Data for the task »
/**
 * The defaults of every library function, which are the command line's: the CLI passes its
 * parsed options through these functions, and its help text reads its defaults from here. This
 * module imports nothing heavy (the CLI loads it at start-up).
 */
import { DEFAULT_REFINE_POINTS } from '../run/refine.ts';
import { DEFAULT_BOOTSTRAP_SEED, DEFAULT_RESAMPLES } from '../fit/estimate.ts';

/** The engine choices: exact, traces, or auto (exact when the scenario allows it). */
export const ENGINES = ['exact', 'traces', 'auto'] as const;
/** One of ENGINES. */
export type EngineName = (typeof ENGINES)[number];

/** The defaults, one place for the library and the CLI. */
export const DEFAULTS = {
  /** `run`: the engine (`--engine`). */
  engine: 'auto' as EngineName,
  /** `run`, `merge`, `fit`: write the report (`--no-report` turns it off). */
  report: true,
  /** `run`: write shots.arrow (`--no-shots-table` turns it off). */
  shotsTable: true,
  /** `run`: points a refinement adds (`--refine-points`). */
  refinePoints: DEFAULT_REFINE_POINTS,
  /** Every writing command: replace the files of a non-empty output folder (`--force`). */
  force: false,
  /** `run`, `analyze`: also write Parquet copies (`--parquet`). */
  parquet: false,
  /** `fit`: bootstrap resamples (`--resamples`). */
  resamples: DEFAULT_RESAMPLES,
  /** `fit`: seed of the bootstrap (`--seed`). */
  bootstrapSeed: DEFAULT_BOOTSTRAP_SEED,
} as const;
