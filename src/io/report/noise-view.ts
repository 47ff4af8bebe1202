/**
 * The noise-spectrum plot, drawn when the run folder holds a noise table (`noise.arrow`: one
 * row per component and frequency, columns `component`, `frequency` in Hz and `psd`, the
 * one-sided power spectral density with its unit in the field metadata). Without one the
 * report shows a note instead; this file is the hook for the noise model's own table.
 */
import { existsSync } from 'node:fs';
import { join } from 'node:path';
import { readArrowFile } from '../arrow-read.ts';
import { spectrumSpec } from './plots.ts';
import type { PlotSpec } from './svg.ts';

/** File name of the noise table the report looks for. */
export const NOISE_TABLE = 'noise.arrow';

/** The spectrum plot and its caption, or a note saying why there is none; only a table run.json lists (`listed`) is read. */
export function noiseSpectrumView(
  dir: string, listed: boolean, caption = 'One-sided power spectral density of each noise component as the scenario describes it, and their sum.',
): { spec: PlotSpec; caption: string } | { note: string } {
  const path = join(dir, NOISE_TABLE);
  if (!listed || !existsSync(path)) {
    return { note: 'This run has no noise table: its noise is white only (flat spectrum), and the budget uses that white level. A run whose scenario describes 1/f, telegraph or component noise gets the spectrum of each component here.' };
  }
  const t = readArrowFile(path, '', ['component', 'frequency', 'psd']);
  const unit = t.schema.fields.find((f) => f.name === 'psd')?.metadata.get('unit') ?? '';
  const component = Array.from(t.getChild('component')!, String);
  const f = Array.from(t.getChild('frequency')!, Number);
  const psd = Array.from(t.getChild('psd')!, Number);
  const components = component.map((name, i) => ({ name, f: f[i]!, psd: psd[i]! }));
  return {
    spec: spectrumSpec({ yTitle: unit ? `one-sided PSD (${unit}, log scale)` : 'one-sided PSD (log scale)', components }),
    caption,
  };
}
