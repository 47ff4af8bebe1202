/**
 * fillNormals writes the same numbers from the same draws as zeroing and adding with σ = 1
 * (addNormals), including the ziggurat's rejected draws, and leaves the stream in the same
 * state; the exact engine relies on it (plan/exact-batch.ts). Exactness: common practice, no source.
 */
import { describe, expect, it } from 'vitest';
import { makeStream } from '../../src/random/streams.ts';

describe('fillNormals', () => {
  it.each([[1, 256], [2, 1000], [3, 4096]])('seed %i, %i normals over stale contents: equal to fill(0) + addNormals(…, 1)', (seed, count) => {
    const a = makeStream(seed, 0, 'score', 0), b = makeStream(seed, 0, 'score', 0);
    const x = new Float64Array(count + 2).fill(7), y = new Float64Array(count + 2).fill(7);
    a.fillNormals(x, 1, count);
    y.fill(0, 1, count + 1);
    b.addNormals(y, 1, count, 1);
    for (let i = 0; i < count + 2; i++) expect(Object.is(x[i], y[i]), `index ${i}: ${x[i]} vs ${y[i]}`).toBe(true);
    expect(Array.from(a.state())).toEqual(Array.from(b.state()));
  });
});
...
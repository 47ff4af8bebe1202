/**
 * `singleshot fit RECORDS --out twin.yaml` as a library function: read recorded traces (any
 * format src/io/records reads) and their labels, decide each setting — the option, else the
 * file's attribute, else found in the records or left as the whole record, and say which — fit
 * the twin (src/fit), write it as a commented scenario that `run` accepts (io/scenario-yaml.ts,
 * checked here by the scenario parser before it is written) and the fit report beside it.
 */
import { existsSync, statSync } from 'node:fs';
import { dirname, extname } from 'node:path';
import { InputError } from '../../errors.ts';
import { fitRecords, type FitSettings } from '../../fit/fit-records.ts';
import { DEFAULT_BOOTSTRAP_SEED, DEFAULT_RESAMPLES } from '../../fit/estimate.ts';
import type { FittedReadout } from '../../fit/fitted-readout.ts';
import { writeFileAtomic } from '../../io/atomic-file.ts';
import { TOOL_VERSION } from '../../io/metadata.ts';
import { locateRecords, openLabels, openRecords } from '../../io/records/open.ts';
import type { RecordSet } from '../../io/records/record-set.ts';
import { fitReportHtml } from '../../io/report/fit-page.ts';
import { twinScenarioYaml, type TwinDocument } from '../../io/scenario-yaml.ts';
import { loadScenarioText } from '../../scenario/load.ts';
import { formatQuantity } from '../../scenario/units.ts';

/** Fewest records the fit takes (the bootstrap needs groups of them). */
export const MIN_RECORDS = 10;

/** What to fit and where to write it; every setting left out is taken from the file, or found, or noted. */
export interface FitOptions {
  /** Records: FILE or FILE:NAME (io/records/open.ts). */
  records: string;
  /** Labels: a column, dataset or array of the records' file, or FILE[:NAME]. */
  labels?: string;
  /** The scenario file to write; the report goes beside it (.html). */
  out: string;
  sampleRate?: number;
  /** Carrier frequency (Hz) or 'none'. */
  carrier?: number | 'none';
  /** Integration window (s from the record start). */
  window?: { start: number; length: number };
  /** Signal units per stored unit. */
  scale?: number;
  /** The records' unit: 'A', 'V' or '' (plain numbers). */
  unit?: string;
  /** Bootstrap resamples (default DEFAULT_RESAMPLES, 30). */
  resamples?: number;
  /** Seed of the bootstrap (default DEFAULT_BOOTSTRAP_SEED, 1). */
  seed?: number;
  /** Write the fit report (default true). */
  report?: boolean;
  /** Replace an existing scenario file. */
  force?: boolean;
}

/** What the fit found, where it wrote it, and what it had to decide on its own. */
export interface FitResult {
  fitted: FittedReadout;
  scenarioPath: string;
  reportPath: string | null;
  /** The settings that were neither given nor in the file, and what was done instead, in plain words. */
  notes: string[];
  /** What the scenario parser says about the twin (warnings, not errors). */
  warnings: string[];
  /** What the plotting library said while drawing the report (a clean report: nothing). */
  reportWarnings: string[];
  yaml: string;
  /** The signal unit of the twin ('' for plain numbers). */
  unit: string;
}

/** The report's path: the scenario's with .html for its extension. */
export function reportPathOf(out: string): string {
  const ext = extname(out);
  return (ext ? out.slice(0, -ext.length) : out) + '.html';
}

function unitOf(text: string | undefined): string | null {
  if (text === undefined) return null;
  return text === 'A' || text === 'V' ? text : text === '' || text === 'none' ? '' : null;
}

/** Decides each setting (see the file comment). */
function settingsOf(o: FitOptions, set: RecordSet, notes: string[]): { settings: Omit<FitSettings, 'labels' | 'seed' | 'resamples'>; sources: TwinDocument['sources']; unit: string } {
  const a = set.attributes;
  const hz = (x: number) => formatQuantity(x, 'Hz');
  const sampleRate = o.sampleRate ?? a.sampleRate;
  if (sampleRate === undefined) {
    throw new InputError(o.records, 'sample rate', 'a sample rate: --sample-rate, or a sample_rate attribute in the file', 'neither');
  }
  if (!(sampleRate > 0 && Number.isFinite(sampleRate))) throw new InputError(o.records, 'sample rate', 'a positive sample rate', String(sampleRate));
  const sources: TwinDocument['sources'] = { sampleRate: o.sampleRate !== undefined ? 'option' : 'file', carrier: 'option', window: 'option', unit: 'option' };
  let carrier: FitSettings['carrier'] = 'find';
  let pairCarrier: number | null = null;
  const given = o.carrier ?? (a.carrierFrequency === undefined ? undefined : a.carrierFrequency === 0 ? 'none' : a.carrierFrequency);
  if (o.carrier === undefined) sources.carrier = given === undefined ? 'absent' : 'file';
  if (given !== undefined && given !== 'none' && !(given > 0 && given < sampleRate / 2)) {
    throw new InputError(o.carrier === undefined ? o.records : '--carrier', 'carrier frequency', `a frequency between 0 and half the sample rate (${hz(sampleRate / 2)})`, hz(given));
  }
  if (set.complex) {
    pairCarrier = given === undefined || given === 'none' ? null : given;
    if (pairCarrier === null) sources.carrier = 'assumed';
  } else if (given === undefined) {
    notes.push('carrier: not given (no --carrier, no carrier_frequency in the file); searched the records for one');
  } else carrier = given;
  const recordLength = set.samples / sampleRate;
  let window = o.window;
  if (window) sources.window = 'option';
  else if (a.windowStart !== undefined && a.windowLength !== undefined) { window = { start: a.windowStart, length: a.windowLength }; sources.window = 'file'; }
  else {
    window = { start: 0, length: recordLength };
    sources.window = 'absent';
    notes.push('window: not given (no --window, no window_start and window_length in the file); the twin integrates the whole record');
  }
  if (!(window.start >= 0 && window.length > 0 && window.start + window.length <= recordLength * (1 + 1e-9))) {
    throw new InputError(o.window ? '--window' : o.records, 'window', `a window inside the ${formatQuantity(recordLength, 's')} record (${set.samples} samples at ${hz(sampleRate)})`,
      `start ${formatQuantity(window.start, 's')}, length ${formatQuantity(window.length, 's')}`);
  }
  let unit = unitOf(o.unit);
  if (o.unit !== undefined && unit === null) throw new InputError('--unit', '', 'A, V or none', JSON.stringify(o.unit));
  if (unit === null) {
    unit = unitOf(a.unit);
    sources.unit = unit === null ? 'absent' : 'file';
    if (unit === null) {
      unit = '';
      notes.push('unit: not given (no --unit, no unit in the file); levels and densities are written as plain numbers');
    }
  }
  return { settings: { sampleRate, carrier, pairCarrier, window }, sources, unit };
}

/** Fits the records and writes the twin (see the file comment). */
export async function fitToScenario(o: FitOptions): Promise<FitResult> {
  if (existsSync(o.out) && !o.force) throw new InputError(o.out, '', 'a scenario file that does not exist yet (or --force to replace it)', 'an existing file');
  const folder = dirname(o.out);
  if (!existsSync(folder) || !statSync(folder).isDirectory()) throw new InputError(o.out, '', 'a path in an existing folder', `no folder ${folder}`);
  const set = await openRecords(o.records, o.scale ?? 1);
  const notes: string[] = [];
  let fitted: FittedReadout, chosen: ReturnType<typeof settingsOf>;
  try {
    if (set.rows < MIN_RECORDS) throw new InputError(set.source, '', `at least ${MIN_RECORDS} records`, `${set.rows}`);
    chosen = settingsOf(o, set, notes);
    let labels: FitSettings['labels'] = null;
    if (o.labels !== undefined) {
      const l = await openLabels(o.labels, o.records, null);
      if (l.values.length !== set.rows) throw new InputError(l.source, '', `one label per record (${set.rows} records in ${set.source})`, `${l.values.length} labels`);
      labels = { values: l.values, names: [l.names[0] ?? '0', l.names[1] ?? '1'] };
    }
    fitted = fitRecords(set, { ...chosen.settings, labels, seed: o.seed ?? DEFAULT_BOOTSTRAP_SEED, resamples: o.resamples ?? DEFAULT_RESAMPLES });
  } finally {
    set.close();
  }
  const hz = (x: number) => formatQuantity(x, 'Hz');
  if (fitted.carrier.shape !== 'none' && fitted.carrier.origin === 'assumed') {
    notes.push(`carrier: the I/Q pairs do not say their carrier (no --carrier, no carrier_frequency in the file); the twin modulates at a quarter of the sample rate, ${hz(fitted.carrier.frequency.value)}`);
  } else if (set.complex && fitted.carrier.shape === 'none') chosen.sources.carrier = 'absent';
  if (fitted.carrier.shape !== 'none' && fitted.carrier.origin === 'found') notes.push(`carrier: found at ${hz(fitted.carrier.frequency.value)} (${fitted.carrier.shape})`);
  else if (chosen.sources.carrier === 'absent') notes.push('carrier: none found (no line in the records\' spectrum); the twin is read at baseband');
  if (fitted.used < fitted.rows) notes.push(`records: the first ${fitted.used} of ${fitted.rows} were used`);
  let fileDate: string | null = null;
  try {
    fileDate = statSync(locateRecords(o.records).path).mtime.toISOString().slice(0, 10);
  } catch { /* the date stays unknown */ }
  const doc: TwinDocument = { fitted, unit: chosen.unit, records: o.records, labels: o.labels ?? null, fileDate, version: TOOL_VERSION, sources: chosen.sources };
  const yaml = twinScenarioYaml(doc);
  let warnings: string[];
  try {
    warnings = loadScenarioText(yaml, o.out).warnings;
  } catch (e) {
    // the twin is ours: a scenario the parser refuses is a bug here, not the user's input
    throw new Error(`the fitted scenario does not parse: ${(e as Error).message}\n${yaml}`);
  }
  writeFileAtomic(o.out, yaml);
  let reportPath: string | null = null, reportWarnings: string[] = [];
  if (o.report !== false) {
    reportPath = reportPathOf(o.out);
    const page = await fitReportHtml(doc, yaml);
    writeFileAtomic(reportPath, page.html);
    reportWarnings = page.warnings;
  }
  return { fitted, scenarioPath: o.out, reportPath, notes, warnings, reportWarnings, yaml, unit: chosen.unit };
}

What to produce »
Across the listing, count every line with the word "force" in it. Answer with the number alone.

Task solution »
4